TASK PROMPT: The response should hold each line from the entries below where "return" is found.

---- INFORMATION SUPPLIED

package present

import (
	"fmt"
	"strings"

	"pasval/internal/assess"
	"pasval/internal/plantfile"
	"pasval/internal/units"
)

// The critical-limit table of the HACCP plan (docs/METHOD.md §15.6): the
// numbers come from assess, the words from here — the haccp: block's own
// where it gives them, plain defaults in the trade's words otherwise.

// limitParameter names what each critical limit holds.
var limitParameter = map[plantfile.CriticalLimitID]string{
	plantfile.LimitSetpoint:            "Product temperature at the holding-tube outlet (diversion setpoint)",
	plantfile.LimitMaxFlow:             "Product flow through the holding tube (timing pump or flow control, sealed)",
	plantfile.LimitHoldingTime:         "Fastest-particle holding time in the holding tube",
	plantfile.LimitRegeneratorPressure: "Pressure of the pasteurized side above the raw side in the regenerator",
	plantfile.LimitCoolingOutlet:       "Product temperature leaving the cooling section",
}

// defaultTexts are the plan's four columns when the haccp: block is silent.
var defaultTexts = map[plantfile.CriticalLimitID]plantfile.HACCPTexts{
	plantfile.LimitSetpoint: {
		Monitoring: "The recorder-controller records the holding-tube outlet temperature without a break; the operator compares the " +
			"indicating and recording thermometers at start-up and reads and initials the record every shift.",
		CorrectiveAction: "Below the setpoint the flow-diversion device turns the product back automatically. Keep it diverted until the " +
			"temperature is above the setpoint again; hold the product made since the last good reading for evaluation; find and " +
			"correct the cause before forward flow; record the event and what was done.",
		Verification: "Cut-out and cut-in temperatures, the diversion sensor against a reference thermometer and the valve's response, " +
			"tested when due; the supervisor reviews the temperature records every day.",
		Records: "Recorder charts or electronic temperature records, diversion events, test results and corrective actions, signed and kept " +
			"as long as the regulator requires.",
	},
	plantfile.LimitMaxFlow: {
		Monitoring: "The timing pump or flow control stays sealed at the maximum rate; the operator checks the seal at every start-up; a flow " +
			"recorder, where fitted, records the flow without a break.",
		CorrectiveAction: "A broken seal or a flow above the maximum: divert or stop, hold the product made since the last good check, have " +
			"the rate sealed again and the holding time tested again before production resumes.",
		Verification: "The holding-time test at the sealed maximum flow, when due and after any seal break or change to the pump, " +
			"its drive or the tube.",
		Records: "Seal checks, flow records and holding-time tests.",
	},
	plantfile.LimitHoldingTime: {
		Monitoring: "Held by the sealed maximum flow and the unchanged tube: the operator checks that the holding tube, its slope and its " +
			"supports are as validated, and that the product is the one validated.",
		CorrectiveAction: "Any change to the tube, the flow, the product or its viscosity: no forward flow until the schedule is validated " +
			"and the holding time tested again.",
		Verification: "The holding-time test on the installed tube, converted to the product when it was timed with water (pasval check), " +
			"when due.",
		Records: "Holding-time tests, validation records and records of changes to the line.",
	},
	plantfile.LimitRegeneratorPressure: {
		Monitoring: "Pressure gauges or a differential-pressure recorder on both sides of the regenerator; a booster pump runs only while the " +
			"pasteurized side is above the raw side by the margin.",
		CorrectiveAction: "When the margin is lost: divert, stop the booster pump, hold the product made since the last good reading, find " +
			"the cause (a leak, a pump, a valve) and correct it before restarting.",
		Verification: "Regenerator pressure tests and plate leak tests when due.",
		Records:      "Pressure records, interlock tests and leak tests.",
	},
	plantfile.LimitCoolingOutlet: {
		Monitoring:       "The thermometer at the cooler outlet (or in the storage tank) read and recorded every shift.",
		CorrectiveAction: "Above the limit: correct the cooling medium or the flow, hold and evaluate the product that left warmer, record it.",
		Verification:     "The outlet thermometer against a reference thermometer; the supervisor reviews the records.",
		Records:          "Outlet temperature records and corrective actions.",
	},
}

// CriticalLimits is the result's critical-limit table with its words in
// display units.
func CriticalLimits(res *assess.Result, d Display) []assess.CriticalLimit {
	out := make([]assess.CriticalLimit, len(res.CriticalLimits))
	for i, c := range res.CriticalLimits {
		def, ok := defaultTexts[c.ID]
		if !ok {
			panic(fmt.Sprintf("%sno words for critical limit %q", panicPrefix, c.ID))
		}
		pick := func(entered, dflt string) string {
			if entered != "" {
				return entered
			}
			return dflt
		}
		c.Parameter = limitParameter[c.ID]
		c.LimitText = d.limitText(c, res)
		c.Monitoring = pick(c.Entered.Monitoring, def.Monitoring)
		c.CorrectiveAction = pick(c.Entered.CorrectiveAction, def.CorrectiveAction)
		c.Verification = pick(c.Entered.Verification, def.Verification) + testsWords(c.Tests)
		c.Records = pick(c.Entered.Records, def.Records)
		out[i] = c
	}
	return out
}

// limitText is a critical limit in words.
func (d Display) limitText(c assess.CriticalLimit, res *assess.Result) string {
	switch c.ID {
	case plantfile.LimitSetpoint:
		s := fmt.Sprintf("≥ %s at the diversion sensor", d.With(c.Value, units.Temperature, 2))
		if c.JudgedTemperatureC != nil && *c.JudgedTemperatureC < c.Value {
			s += fmt.Sprintf("; validated at %s, the setpoint less the sensor's stated accuracy", d.With(*c.JudgedTemperatureC, units.Temperature, 2))
		}
		return s
	case plantfile.LimitMaxFlow:
		return fmt.Sprintf("≤ %s, the sealed maximum", d.flow(c.Value))
	case plantfile.LimitHoldingTime:
		if c.RowTemperatureC != nil {
			return fmt.Sprintf("≥ %s for the fastest particle (the %s legal row) at every flow up to the seal; the tube holds %s at its worst flow",
				timeS(c.Value), d.temp(*c.RowTemperatureC), timeS(*c.Basis))
		}
		return fmt.Sprintf("≥ %s for the fastest particle, the time the tube holds at its worst flow (no legal rows entered)", timeS(c.Value))
	case plantfile.LimitRegeneratorPressure:
		s := fmt.Sprintf("≥ %s at all times", d.With(c.Value, units.Pressure, 1))
		if c.Basis != nil {
			s += fmt.Sprintf("; design difference %s", d.With(*c.Basis, units.Pressure, 1))
		}
		return s
	case plantfile.LimitCoolingOutlet:
		s := fmt.Sprintf("≤ %s", d.With(c.Value, units.Temperature, 1))
		if c.Basis != nil {
			s += fmt.Sprintf("; the line reaches %s at the normal rate", d.With(*c.Basis, units.Temperature, 2))
		}
		return s
	}
	panic(fmt.Sprintf("%sno words for critical limit %q", panicPrefix, c.ID))
}

// testsWords lists a limit's acceptance tests with their due state.
func testsWords(tests []assess.LimitTest) string {
	if len(tests) == 0 {
		return ""
	}
	var parts []string
	for _, t := range tests {
		switch {
		case t.LastDate == nil:
			parts = append(parts, fmt.Sprintf("%s never done", t.Test))
		case t.NextDue == nil:
			parts = append(parts, fmt.Sprintf("%s done %s, no interval entered", t.Test, *t.LastDate))
		default:
			parts = append(parts, fmt.Sprintf("%s done %s, next due %s (%s)", t.Test, *t.LastDate, *t.NextDue, stateWords(t.State)))
		}
	}
	return " Tests: " + strings.Join(parts, "; ") + "."
}

// CriticalLimitsGrid is the critical-limit table for the record.
func CriticalLimitsGrid(res *assess.Result, d Display) Grid {
	g := grid("what", "critical limit", "monitoring", "corrective action", "verification", "records")
	for _, c := range CriticalLimits(res, d) {
		g.add(c.Parameter, c.LimitText, c.Monitoring, c.CorrectiveAction, c.Verification, c.Records)
	}
	return g
}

--------

EXERCISE OUTPUT:
				return entered
			return dflt
	return out
		return s
		return fmt.Sprintf("≤ %s, the sealed maximum", d.flow(c.Value))
			return fmt.Sprintf("≥ %s for the fastest particle (the %s legal row) at every flow up to the seal; the tube holds %s at its worst flow",
		return fmt.Sprintf("≥ %s for the fastest particle, the time the tube holds at its worst flow (no legal rows entered)", timeS(c.Value))
		return s
		return s
		return ""
	return " Tests: " + strings.Join(parts, "; ") + "."
	return g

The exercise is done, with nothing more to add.